British Journal of Political Science

Research Article

Policy Adjustment by Parties in Response to Rival Parties’ Policy Shifts: Spatial Theory and the Dynamics of Party Competition in Twenty-Five Post-War Democracies

James Adams and Zeynep Somer-Topcu*

Abstract

Although spatial theory posits that political parties adjust their policies in response to rival parties’ policy strategies, there is little comparative research that evaluates this hypothesis. Using the Comparative Manifesto Project data, we analyse the relationship between parties’ policy programmes and the policies of their opponents in twenty-five post-war democracies. The authors conclude that parties tended to shift their policy positions in the same direction that their opponents had shifted their policies at the previous election; furthermore, parties were particularly responsive to policy shifts by other members of their ‘ideological families’, i.e. leftist parties responded to other leftist parties while right-wing parties responded to right-wing parties. Their findings have important implications for spatial models of elections, for the dynamics of party systems and for political representation.

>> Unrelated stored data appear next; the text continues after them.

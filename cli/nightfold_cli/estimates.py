"""Estimates of a fit: as lines of a table, as cells, and as JSON."""

from __future__ import annotations

import math
from collections.abc import Collection, Mapping, Sequence
from typing import TYPE_CHECKING, Any

from nightfold.concise import NOT_DETERMINED, asymmetric, interval, plain, rounded
from nightfold_cli.layout import Column, Row

if TYPE_CHECKING:
    from nightfold.fits.estimate import Estimate
    from nightfold.fits.keptfit import KeptEstimate
    from nightfold.fits.result import FitWarning

    AnyEstimate = Estimate | KeptEstimate

LEVEL_68, LEVEL_95 = 0.6827, 0.95
ON_SCREEN = (
    Column("estimate"),
    Column("value", right=True),
    Column("unit"),
    Column("95 % interval"),
)


def value_text(estimate: AnyEstimate, *, fixed: bool = False) -> str:
    """Return an estimate in concise notation, with its 68 % interval where that is lopsided."""
    if fixed:
        return f"{plain(estimate.value)} fixed"
    if not math.isfinite(estimate.stderr):
        return NOT_DETERMINED
    return asymmetric(estimate.value, estimate.stderr, *estimate.interval(LEVEL_68))


def unit_text(estimate: AnyEstimate, *, fixed: bool = False) -> str:
    """Return the unit to stand behind the value; none behind words."""
    return estimate.unit if fixed or value_text(estimate) != NOT_DETERMINED else ""


def interval_text(estimate: AnyEstimate) -> str:
    """Return the 95 % interval, to the same place as the value."""
    low, high = estimate.interval(LEVEL_95)
    return interval(low, high, estimate.value, estimate.stderr)


def rows(estimates: Mapping[str, Estimate], fixed: Collection[str]) -> list[Row]:
    """Return a line an estimate, for the columns name, value, unit and interval."""
    return [
        [
            name,
            value_text(estimate, fixed=name in fixed),
            unit_text(estimate, fixed=name in fixed),
            "" if name in fixed else interval_text(estimate),
        ]
        for name, estimate in estimates.items()
    ]


def sentence(estimates: Mapping[str, Estimate]) -> str:
    """Return estimates one after the other, each with its name and unit."""
    parts = (
        f"{name} {value_text(estimate)} {unit_text(estimate)}".rstrip()
        for name, estimate in estimates.items()
    )
    return ", ".join(parts)


def plain_rows(estimates: Mapping[str, AnyEstimate]) -> list[Row]:
    """Return a line an estimate for programs, with all digits."""
    return [
        [
            name,
            repr(estimate.value),
            repr(estimate.stderr),
            estimate.unit,
            *(repr(end) for end in estimate.interval(LEVEL_95)),
        ]
        for name, estimate in estimates.items()
    ]


def shared_text(shared: Mapping[str, float], names: Sequence[str]) -> str:
    """Return the part of the uncertainties that is due to reference shots."""
    if any(math.isnan(shared[name]) for name in names):
        return (
            "of the stderr, due to reference shots: not all known (none stated, and too few of them to see "
            "their scatter); what is not known is left out"
        )
    parts = ", ".join(f"{name} {rounded(shared[name], 2)}" for name in names)
    return f"of the stderr, due to reference shots: {parts}"


def entry(estimate: AnyEstimate) -> dict[str, Any]:
    """Return an estimate for JSON."""
    return {
        "value": estimate.value,
        "stderr": estimate.stderr,
        "interval68": list(estimate.interval(LEVEL_68)),
        "interval95": list(estimate.interval(LEVEL_95)),
        "unit": estimate.unit,
    }


def warning_entry(warning: FitWarning) -> dict[str, Any]:
    """Return a warning for JSON."""
    return {"code": warning.code, "message": warning.message, "advisory": warning.advisory}
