"""What people see: the only module that knows rich.

On a terminal: headings, aligned tables and charts, at its width. Piped: the same tables as tab-separated
lines with a head line, nothing else, so that other programs can read them. With ``--json``: one object. What
is said beside the answer (the store in use, warnings) goes to stderr unless stdout is a terminal. Meaning
never rests on colour.
"""

from __future__ import annotations

import os
import shutil
import sys
from collections.abc import Iterable, Mapping, Sequence
from dataclasses import replace
from typing import TYPE_CHECKING, Any, Literal, TextIO

from nightfold_cli.canvas import Line
from nightfold_cli.jsonout import document
from nightfold_cli.layout import Cell, Column, Row, cell_text, lay_out
from nightfold_cli.printable import cell_width, paragraph, printable, say

if TYPE_CHECKING:
    from rich.console import Console

_STYLES = {"axis": "dim", "curve": "cyan", "data": "bold", "label": "", "plain": ""}
_WIDEST_TEXT = 100
_ENDLESS = 100_000  # lines are wrapped here or not at all


class Screen:
    """Where the answer goes and how it is dressed.

    Parameters
    ----------
    out, err : TextIO
        Streams of the answer and of what is said beside it.
    mode : 'terminal', 'piped' or 'json'
        How the answer is dressed.
    width : int
        Columns of the terminal.
    """

    def __init__(
        self, out: TextIO, err: TextIO, mode: Literal["terminal", "piped", "json"], width: int
    ) -> None:
        self.out, self.err, self.mode, self.width = out, err, mode, max(20, width)
        self.unicode = _can_show(out, "●⣿█")
        self._encoding = None if self.unicode else out.encoding
        self._console: Console | None = None

    @classmethod
    def here(cls, json: bool) -> Screen:
        """Return the screen of this process."""
        mode: Literal["terminal", "piped", "json"] = (
            "json" if json else "terminal" if sys.stdout.isatty() else "piped"
        )
        return cls(sys.stdout, sys.stderr, mode, shutil.get_terminal_size().columns)

    @property
    def terminal(self) -> bool:
        """Return whether a person is looking."""
        return self.mode == "terminal"

    @property
    def json(self) -> bool:
        """Return whether the answer is one JSON object."""
        return self.mode == "json"

    def answer(self, answer: Mapping[str, Any]) -> None:
        """Write the answer as JSON."""
        self.out.write(document(answer) + "\n")

    def store(self, where: str) -> None:
        """Name the store in use, in one piece so that it can be copied."""
        if self.terminal:
            self._styled("store " + printable(where), "dim")
        else:
            self.say(f"store {where}")

    def say(self, text: str) -> None:
        """Say something that is not the answer, on stderr."""
        say(text, self.err)

    def part(self) -> None:
        """Begin another table, below an empty line in a pipe; on a screen every table does."""
        if self.mode == "piped":
            self.out.write("\n")

    def note(self, text: str) -> None:
        """Add a remark below an answer; only people need it."""
        if self.terminal:
            self._wrapped(text, "", "dim")

    def heading(self, title: str, detail: str = "") -> None:
        """Start a part of the answer; only people need it."""
        if not self.terminal:
            return
        self.gap()
        title, detail = self._spelled(printable(title)), self._spelled(printable(detail))
        if cell_width(title) + cell_width(detail) + 2 <= self.width:
            self._runs([(title, "bold"), ("  " + detail if detail else "", "")])
            return
        self._wrapped(title, "", "bold")
        self._wrapped(detail, "  ", "")

    def text(self, text: str, *, strong: bool = False, indent: str = "") -> None:
        """Write a sentence of the answer, wrapped on a terminal."""
        if self.terminal:
            self._wrapped(text, indent, "bold" if strong else "")
        elif self.mode == "piped":
            self.out.write(indent + printable(text) + "\n")

    def command(self, text: str) -> None:
        """Write a command to copy: on one line, however long."""
        if self.terminal:
            self._styled("  " + printable(text), "")

    def verbatim(self, text: str) -> None:
        """Write a text as it stands, to be copied or kept in a file; a terminal gets no control characters."""
        if self.terminal:
            for line in text.splitlines():
                self._styled(printable(line), "")
        elif self.mode == "piped":
            self.out.write(text if text.endswith("\n") else text + "\n")

    def item(self, head: str, text: str) -> None:
        """Write one item of a list: a head, then a sentence below or beside it."""
        if self.terminal:
            self._wrapped(f"{head}: {text}", "  - ", "", "    ")
        elif self.mode == "piped":
            self.out.write(f"{printable(head)}\t{printable(text)}\n")

    def fields(self, pairs: Iterable[tuple[str, str | Cell]]) -> None:
        """Write names and values below each other."""
        listed = [(name, cell_text(value, screen=self.terminal)) for name, value in pairs]
        if not self.terminal:
            self._tabbed([[name, value] for name, value in listed])
            return
        widest = min(max((len(name) for name, _ in listed), default=0), self.width // 3)
        for name, value in listed:
            head = f"  {name.ljust(widest)}  "
            if len(name) > widest:
                self._wrapped(name, "  ", "")
                head = " " * (widest + 4)
            self._wrapped(value, head, "", " " * (widest + 4))

    def chart(self, lines: Iterable[Line]) -> None:
        """Draw a chart; only people need it."""
        if self.terminal:
            for line in ([(self._spelled(text), role) for text, role in line] for line in lines):
                whole = "".join(text for text, _ in line)
                if cell_width(whole) <= self.width:
                    self._runs([(text, _STYLES[role]) for text, role in line])
                else:
                    self._wrapped(whole, " " * min(4, len(whole) - len(whole.lstrip())), "")

    def table(
        self, columns: Sequence[Column], rows: Iterable[Row], *, empty: str, spaced: bool = False
    ) -> None:
        """Write a table; `empty` is said where there is no row, `spaced` parts rows of several lines."""
        listed = [list(row) for row in rows]
        if not self.terminal:
            self._tabbed([[column.plain_name or column.name for column in columns]])
            self._tabbed([[cell_text(cell, screen=False) for cell in row] for row in listed])
            if not listed:
                self.say(empty)
            return
        if not listed:
            self._wrapped(empty, "", "")
            return
        self.gap()
        self._drawn(columns, listed, spaced)

    def _drawn(self, columns: Sequence[Column], rows: Sequence[Row], spaced: bool) -> None:
        """Draw a table on the terminal with the columns there is room for."""
        heads = [replace(column, name=self._spelled(column.name)) for column in columns]
        cells = [[Cell(self._spelled(cell_text(cell, screen=True))) for cell in row] for row in rows]
        laid = lay_out(heads, cells, self.width)
        for line in laid.head:
            self._styled(line, "bold")
        after_strong = True
        for row, lines in zip(rows, laid.rows, strict=True):
            strong = isinstance(row[0], Cell) and row[0].strong
            if spaced and not after_strong:
                self.gap()
            for line in lines:
                self._styled(line, "bold" if strong else "")
            after_strong = strong
        if laid.hidden:
            self.note(f"no room for: {', '.join(laid.hidden)}")

    def _tabbed(self, rows: Iterable[Sequence[str]]) -> None:
        """Write lines of cells separated by tabs."""
        self.out.writelines("\t".join(row) + "\n" for row in rows)

    def _wrapped(self, text: str, first: str, style: str, rest: str | None = None) -> None:
        """Write a paragraph, wrapped at the width of the screen."""
        text, first = self._spelled(text), self._spelled(first)
        width = min(self.width, _WIDEST_TEXT + len(first))
        for line in paragraph(text, width, first, first if rest is None else rest):
            self._styled(line, style)

    def _styled(self, text: str, style: str) -> None:
        """Write one line in one style."""
        self._runs([(text, style)])

    def _spelled(self, text: str) -> str:
        """Return the text as this output can show it."""
        if self._encoding is None:
            return text
        from nightfold_cli.spelling import spelled

        return spelled(text, self._encoding)

    def gap(self) -> None:
        """Leave a line empty; only people need it."""
        if self.terminal:
            self._runs([])

    def _runs(self, runs: Sequence[tuple[str, str]]) -> None:
        """Write one line made of runs of text."""
        from rich.text import Text

        line = Text(no_wrap=True, overflow="ignore")
        for text, style in runs:
            line.append(text, style or None)
        self._rich().print(line)

    def _rich(self) -> Console:
        """Return the console, made when first needed."""
        if self._console is None:
            from rich.console import Console

            self._console = Console(
                file=self.out,
                width=_ENDLESS,
                highlight=False,
                markup=False,
                emoji=False,
                legacy_windows=False,
                no_color=bool(os.environ.get("NO_COLOR")),
                force_terminal=self.terminal,
            )
        return self._console


def _can_show(stream: TextIO, characters: str) -> bool:
    """Return whether a stream's encoding holds these characters."""
    try:
        characters.encode(getattr(stream, "encoding", None) or "utf-8")
    except (UnicodeEncodeError, LookupError):
        return False
    return True
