"""Text from records, made safe to print.

Labels, notes and names come from anywhere. Control characters could move the cursor or break a line of a
table in two, so they are shown as escapes.
"""

from __future__ import annotations

import shutil
import textwrap
import unicodedata
from typing import TextIO

_JOINER = "\u200d"  # holds emoji together, harmless


def printable(text: object) -> str:
    r"""Return the text with control characters, line breaks and bidirectional marks shown as escapes.

    Examples
    --------
    >>> printable("loss\tcoarse\x1b[2J")
    'loss\\tcoarse\\x1b[2J'
    """
    whole = str(text)
    if whole.isprintable():
        return whole
    return "".join(_shown(character) for character in whole)


def paragraph(text: str, width: int, first: str = "", rest: str = "") -> list[str]:
    """Return a text as lines of at most so many characters, the first with one indent, the rest with another."""
    lines = []
    for part in text.split("\n"):
        lines += textwrap.wrap(
            printable(part), width, initial_indent=first, subsequent_indent=rest, break_on_hyphens=False
        ) or [first.rstrip()]
    return lines


def say(text: str, stream: TextIO) -> None:
    """Say something that is not the answer: on one line in a pipe, wrapped on a terminal."""
    whole = f"nightfold: {printable(text)}"
    if stream.isatty():
        whole = "\n".join(paragraph(whole, shutil.get_terminal_size().columns, rest="  "))
    stream.write(whole + "\n")


def _shown(character: str) -> str:
    """Return one character, or its escape."""
    if character.isprintable() or character == _JOINER:
        return character
    if unicodedata.category(character) == "Zs":
        return " "
    return character.encode("unicode_escape").decode("ascii")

(Online publication April 07 2009)

Footnotes

* Department of Political Science, University of California at Davis (email: jfadams@ucdavis.edu and zsomer@ucdavis.edu, respectively). Both authors contributed equally to this article. An earlier version was presented at the Annual Meeting of the American Political Science Association, Philadelphia, 2006. The authors thank Brad Jones, Cindy Kam, Jonathan Katz, Heather Stoll and Guy Whitten for helpful advice relating to the statistical analyses reported in this article, and three anonymous referees for very detailed and thoughtful comments. All remaining errors are the authors’ sole responsibility.